Clustering is a widespread problem, and it can answer questions like:

  • How many reasonable customer segments are there based on historical purchase patterns?
  • How are the customer segments different from each other?

Please note that clustering is unsupervised learning; there are no response variables. The most common clustering algorithms include K-Means and Hierarchical Clustering.

  1. Classification

For classification problems, there are one or more label columns to define the ground truth of classes. We use other features of the training dataset as explanatory variables for model training. We can use the trained classifier to predict the labels of a new observation. Here are some example questions:

  • Will this customer likely to buy our product?
  • Is the borrower going to pay us back?
  • Is it spam email or not?

There are hundreds of different classifiers. In practice, we do not need to try all the models but several models that perform well generally. For example, the random forest algorithm is usually used as the baseline model to set model performance expectations.

  1. Regression

In general, regression deals with a question like “how much is it?” and return a numerical answer. It is necessary to coerce the model results to be 0 or round it to the nearest integer in some cases. It is still the most common problem in the data science world.

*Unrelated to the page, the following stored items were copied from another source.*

/**
 * The records of a CSV/TSV export, from decoded text chunks: a hand-written
 * RFC 4180 scanner for well-formed input, handing over to csv-parse at the
 * first record it does not read the plain way.
 *
 * The scanner reads what RFC 4180 (§2) describes: fields split by one
 * delimiter character; a field that starts with a double quote runs to the
 * quote that is not doubled, may hold delimiters and line breaks, and must be
 * followed by a delimiter, a line break or the end; records end with CRLF, LF
 * or a lone CR. A UTF-8 byte order mark at the start is dropped. At the first
 * record it cannot read that way — a quote inside an unquoted field, text after
 * a closing quote, a quote never closed, a record longer than
 * {@link LONGEST_SCANNED_RECORD} — it hands everything from that record's first
 * character on to csv-parse (with the options {@link readCsv} always used), so
 * leniencies and error messages stay csv-parse's, and the line numbers carry on
 * from where the scanner stopped. Records are yielded in batches (one await per
 * chunk, not per record).
 *
 * Lines are counted as the reader always counted them: CRLF, LF and a lone CR
 * each end one line, inside quoted fields too.
 *
 * @module
 */
import { Readable } from 'node:stream';
import { pipeline } from 'node:stream/promises';
import { parse, type Options } from 'csv-parse';

/** One record as read. */
export interface CsvItem {
  /** The fields. */
  readonly record: string[];
  /** The line on which the record starts (1-based). */
  readonly startLine: number;
  /** The line on which the record ends. */
  readonly endLine: number;
  /** The record's text as in the file (with or without its line break: only its lines are looked at). */
  readonly raw: string;
  /** An empty (or white-space only) line, not a record. */
  readonly blank: boolean;
}

/** Where reading has got to: the line on which the last record read ends (for error messages). */
export interface CsvProgress {
  lastEnd: number;
}

/** Which parser reads the records: `fast` (the scanner, csv-parse from the first odd record) or `csv-parse` throughout. */
export type CsvEngine = 'fast' | 'csv-parse';

/** A record still unfinished after this many characters is handed to csv-parse (keeps rescanning linear). */
export const LONGEST_SCANNED_RECORD = 1 << 22;

/**
 * The records of `chunks` in batches. `progress.lastEnd` is kept current;
 * csv-parse's errors (`CSV_QUOTE_NOT_CLOSED`, …) are thrown as they are.
 */
export function csvItems(chunks: AsyncIterable<string>, delimiter: string, progress: CsvProgress, engine: CsvEngine = 'fast'): AsyncIterable<CsvItem[]> {
  const simple = delimiter.length === 1 && delimiter !== '"' && delimiter !== '\r' && delimiter !== '\n';
  return engine === 'fast' && simple ? fastItems(chunks, delimiter, progress) : parserItems(chunks, delimiter, progress, true);
}

function countCrlf(values: readonly string[]): number {
  let n = 0;
  for (const v of values) {
    for (let i = v.indexOf('\r\n'); i !== -1; i = v.indexOf('\r\n', i + 2)) n++;
  }
  return n;
}

/**
 * The CSV dialect sheaf reads (RFC 4180 quoting, any line ending, ragged rows
 * and stray quotes tolerated), shared by the whole-export reader and the
 * streamed rows of `assign --stream`; each adds its delimiter and its own
 * handling of empty lines, byte order marks and raw records.
 */
export const CSV_DIALECT = Object.freeze({
  quote: '"',
  escape: '"',
  record_delimiter: ['\r\n', '\n', '\r'],
  relax_column_count: true,
  relax_quotes: true,
  max_record_size: 0,
});

/** csv-parse over `chunks`, lines counted on from `progress.lastEnd`. */
async function* parserItems(chunks: AsyncIterable<string>, delimiter: string, progress: CsvProgress, bom: boolean): AsyncGenerator<CsvItem[]> {
  const base = progress.lastEnd;
  let crlf = 0;
  const csvOptions: Options<CsvItem, unknown> = {
    ...CSV_DIALECT,
    delimiter,
    skip_empty_lines: false,
    bom,
    raw: true,
    // Runs as each record is parsed, so the line count is current when a later record fails.
    // csv-parse counts the CR and the LF of a quoted CRLF as two lines; those CRLFs are in the values.
    // With `raw`, each record arrives as { record, raw }.
    on_record: (ext: unknown, context): CsvItem => {
      const { record, raw } = ext as { record: string[]; raw: string };
      crlf += countCrlf(record);
      const startLine = progress.lastEnd + 1;
      progress.lastEnd = base + context.lines - crlf;
      return { record, startLine, endLine: progress.lastEnd, raw, blank: record.length === 1 && raw.trim() === '' };
    },
  };
  const parser = parse(csvOptions as unknown as Options);
  const feeding = pipeline(Readable.from(chunks), parser);
  feeding.catch(() => undefined); // its errors reach the loop below through the parser
  for await (const item of parser as AsyncIterable<CsvItem>) yield [item];
  await feeding;
}

/** The rest of a source after `first`. */
async function* prepend(first: string, it: AsyncIterator<string>): AsyncGenerator<string> {
  if (first.length > 0) yield first;
  for (;;) {
    const r = await it.next();
    if (r.done) return;
    yield r.value;
  }
}

async function* fastItems(chunks: AsyncIterable<string>, delimiter: string, progress: CsvProgress): AsyncGenerator<CsvItem[]> {
  const it = chunks[Symbol.asyncIterator]();
  const scanner = new RecordScanner(delimiter.charCodeAt(0), progress);
  let buf = '';
  let atStart = true;
  for (;;) {
    const next = await it.next();
    const final = next.done === true;
    if (!final) buf = buf.length > 0 ? buf + next.value : next.value;
    if (atStart && buf.length > 0) {
      if (buf.charCodeAt(0) === 0xfeff) buf = buf.slice(1);
      atStart = false;
    }
    const out: CsvItem[] = [];
    const stop = scanner.scan(buf, final, out);
    if (out.length > 0) yield out;
    const handOver = stop.odd || (!final && buf.length - stop.end > LONGEST_SCANNED_RECORD);
    if (handOver) {
      yield* parserItems(prepend(buf.slice(stop.end), it), delimiter, progress, false);
      return;
    }
    if (final) return;
    buf = stop.end === buf.length ? '' : buf.slice(stop.end);
  }
}

const QUOTE = 34;
const CR = 13;
const LF = 10;

/** Reads whole records from a buffer; see the module comment. */
class RecordScanner {
  constructor(
    private readonly delim: number,
    private readonly progress: CsvProgress,
  ) {}

  /** The next LF and CR at or after the last position asked about (the buffer's length when none): each found once per buffer. */
  private nextLf = -1;
  private nextCr = -1;

  /** Line breaks in s[from, to): CRLF, LF and lone CR count one each. */
  private lineBreaks(s: string, from: number, to: number): number {
    const n = s.length;
    let count = 0;
    if (this.nextLf < from) {
      const f = s.indexOf('\n', from);
      this.nextLf = f === -1 ? n : f;
    }
    while (this.nextLf < to) {
      count++;
      const f = s.indexOf('\n', this.nextLf + 1);
      this.nextLf = f === -1 ? n : f;
    }
    if (this.nextCr < from) {
      const f = s.indexOf('\r', from);
      this.nextCr = f === -1 ? n : f;
    }
    while (this.nextCr < to) {
      if (this.nextCr + 1 >= to || s.charCodeAt(this.nextCr + 1) !== LF) count++;
      const f = s.indexOf('\r', this.nextCr + 1);
      this.nextCr = f === -1 ? n : f;
    }
    return count;
  }

  /**
   * Reads the complete records of `s` into `out`. Returns where the unread
   * text starts and whether reading stopped at a record to hand over (`odd`).
   * Without `final`, a record that may go on in the next chunk is left unread.
   */
  scan(s: string, final: boolean, out: CsvItem[]): { end: number; odd: boolean } {
    const n = s.length;
    const delim = this.delim;
    this.nextLf = -1;
    this.nextCr = -1;
    let i = 0;
    for (;;) {
      if (i >= n) return { end: i, odd: false };
      const start = i;
      const record: string[] = [];
      let breaks = 0;
      let quotedAny = false;
      let termAt = -1; // where the record's line break starts (n at the end of the input)
      fields: for (;;) {
        if (i >= n) {
          if (!final) return { end: start, odd: false };
          record.push('');
          termAt = n;
          break;
        }
        if (s.charCodeAt(i) === QUOTE) {
          quotedAny = true;
          let value = '';
          let j = i + 1;
          let k: number;
          for (;;) {
            k = s.indexOf('"', j);
            if (k === -1) return final ? { end: start, odd: true } : { end: start, odd: false };
            if (k + 1 >= n && !final) return { end: start, odd: false };
            if (k + 1 < n && s.charCodeAt(k + 1) === QUOTE) {
              value += s.slice(j, k + 1);
              j = k + 2;
              continue;
            }
            value += s.slice(j, k);
            break;
          }
          breaks += this.lineBreaks(s, i + 1, k);
          record.push(value);
          i = k + 1;
          if (i >= n) {
            termAt = n;
            break;
          }
          const c = s.charCodeAt(i);
          if (c === delim) {
            i++;
            continue;
          }
          if (c === CR || c === LF) {
            termAt = i;
            break;
          }
          return { end: start, odd: true };
        }
        let j = i;
        for (; j < n; j++) {
          const c = s.charCodeAt(j);
          if (c === delim) {
            record.push(s.slice(i, j));
            i = j + 1;
            continue fields;
          }
          if (c === CR || c === LF) break;
          if (c === QUOTE) return { end: start, odd: true };
        }
        if (j >= n && !final) return { end: start, odd: false };
        record.push(s.slice(i, j));
        termAt = j;
        break;
      }
      // The record's line break: CRLF, LF, CR, or none at the end of the input.
      let next = termAt;
      if (termAt < n) {
        if (s.charCodeAt(termAt) === CR) {
          if (termAt + 1 >= n && !final) return { end: start, odd: false };
          next = termAt + 1 < n && s.charCodeAt(termAt + 1) === LF ? termAt + 2 : termAt + 1;
        } else next = termAt + 1;
      }
      const raw = s.slice(start, next);
      const startLine = this.progress.lastEnd + 1;
      const endLine = startLine + breaks;
      this.progress.lastEnd = endLine;
      out.push({ record, startLine, endLine, raw, blank: record.length === 1 && !quotedAny && raw.trim() === '' });
      i = next;
    }
  }
}
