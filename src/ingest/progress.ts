/**
 * Reading progress in bytes: the total of the files about to be read (one
 * `stat` each, done only when someone listens) and a running count as their
 * bytes come in. Standard input and pipes have no size known ahead: their
 * bytes are counted and the total grows with them.
 *
 * @module
 */
import { stat } from 'node:fs/promises';

/** Receives bytes read so far and the bytes expected in all. */
export type ReadProgress = (doneBytes: number, totalBytes: number) => void;

/** Counts bytes as they are read and passes the running total on. */
export interface ByteMeter {
  /** Adds `bytes` just read. */
  add(bytes: number): void;
}

/** Files sized at once while the total is worked out. */
const STAT_CONCURRENCY = 32;

/**
 * A meter over the files `paths` (absolute): sizes them, reports 0 of the
 * total at once, then reports on every {@link ByteMeter.add}. A file that
 * cannot be sized counts 0 (reading it reports the error).
 */
export async function byteMeter(paths: readonly string[], report: ReadProgress): Promise<ByteMeter> {
  let total = 0;
  let next = 0;
  const worker = async (): Promise<void> => {
    while (next < paths.length) {
      const p = paths[next++] as string;
      try {
        const st = await stat(p);
        if (st.isFile()) total += st.size;
      } catch {
        // sized as 0; reading reports it
      }
    }
  };
  await Promise.all(Array.from({ length: Math.min(STAT_CONCURRENCY, paths.length) }, worker));
  let done = 0;
  report(0, total);
  return {
    add(bytes) {
      done += bytes;
      if (done > total) total = done;
      report(done, total);
    },
  };
}

/** Passes chunks through, adding each one's bytes to `meter`. */
export async function* metered<T extends Uint8Array | string>(source: AsyncIterable<T>, meter: ByteMeter | null): AsyncGenerator<T, void, undefined> {
  for await (const chunk of source) {
    meter?.add(typeof chunk === 'string' ? Buffer.byteLength(chunk) : chunk.length);
    yield chunk;
  }
}
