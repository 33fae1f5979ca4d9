/**
 * Looking at the start of a text stream without consuming it.
 *
 * @module
 */

/** The start of a stream and the whole stream again (start included). */
export interface Peeked {
  /** The text read so far: everything up to the point where `enough` said yes, or the whole input. */
  readonly head: string;
  /** The full text: `head` first, then the rest of the source. */
  readonly all: AsyncIterable<string>;
}

/**
 * Reads chunks until `enough(head)` holds or the source ends. The source's
 * own errors (a binary input, an unreadable file) surface here.
 */
export async function peekText(source: AsyncIterable<string>, enough: (head: string) => boolean): Promise<Peeked> {
  const it = source[Symbol.asyncIterator]();
  let head = '';
  let ended = false;
  while (!enough(head)) {
    const r = await it.next();
    if (r.done) {
      ended = true;
      break;
    }
    head += r.value;
  }
  const first = head;
  async function* all(): AsyncGenerator<string, void, undefined> {
    if (first.length > 0) yield first;
    if (ended) return;
    try {
      for (;;) {
        const r = await it.next();
        if (r.done) return;
        yield r.value;
      }
    } finally {
      await it.return?.();
    }
  }
  return { head, all: all() };
}

/** True once `head` holds a line break after its first character that is not white space (or the stream has ended). */
export function hasFirstLine(head: string): boolean {
  const m = /\S/.exec(head);
  return m !== null && /[\r\n]/.test(head.slice(m.index));
}

/** The first character that is not white space, or `''`. */
export function firstSignificant(head: string): string {
  const m = /[^\s\uFEFF]/.exec(head);
  return m ? m[0] : '';
}

/** The first bytes of a stream and the whole stream again (those bytes included). */
export interface PeekedBytes {
  /** At least `n` bytes, or the whole input when shorter. */
  readonly head: Buffer;
  /** True when `head` is the whole input. */
  readonly complete: boolean;
  /** Every chunk: `head` first, then the rest of the source. */
  readonly all: AsyncIterable<Uint8Array | string>;
}

/** Reads chunks until at least `n` bytes are in hand or the source ends. The source's own errors surface here. */
export async function peekBytes(source: AsyncIterable<Uint8Array | string>, n: number): Promise<PeekedBytes> {
  const it = source[Symbol.asyncIterator]();
  const parts: Buffer[] = [];
  let size = 0;
  let ended = false;
  while (size < n) {
    const r = await it.next();
    if (r.done) {
      ended = true;
      break;
    }
    const c = r.value;
    const b = typeof c === 'string' ? Buffer.from(c, 'utf8') : Buffer.from(c.buffer, c.byteOffset, c.byteLength);
    parts.push(b);
    size += b.length;
  }
  const head = Buffer.concat(parts, size);
  async function* all(): AsyncGenerator<Uint8Array | string, void, undefined> {
    if (head.length > 0) yield head;
    if (ended) return;
    try {
      for (;;) {
        const r = await it.next();
        if (r.done) return;
        yield r.value;
      }
    } finally {
      await it.return?.();
    }
  }
  return { head, complete: ended, all: all() };
}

  • What will be the temperature tomorrow?
  • What is the projected net income for the next season?
  • How much inventory should we have?
  1. Optimization

Optimization is another common type of problems in data science to find an optimal solution by tuning a few tune-able variables with other non-controllable environmental variables. It is an expansion of comparison problem and can solve problems such as:

  • What is the best route to deliver the packages?
  • What is the optimal advertisement strategy to promote a new product?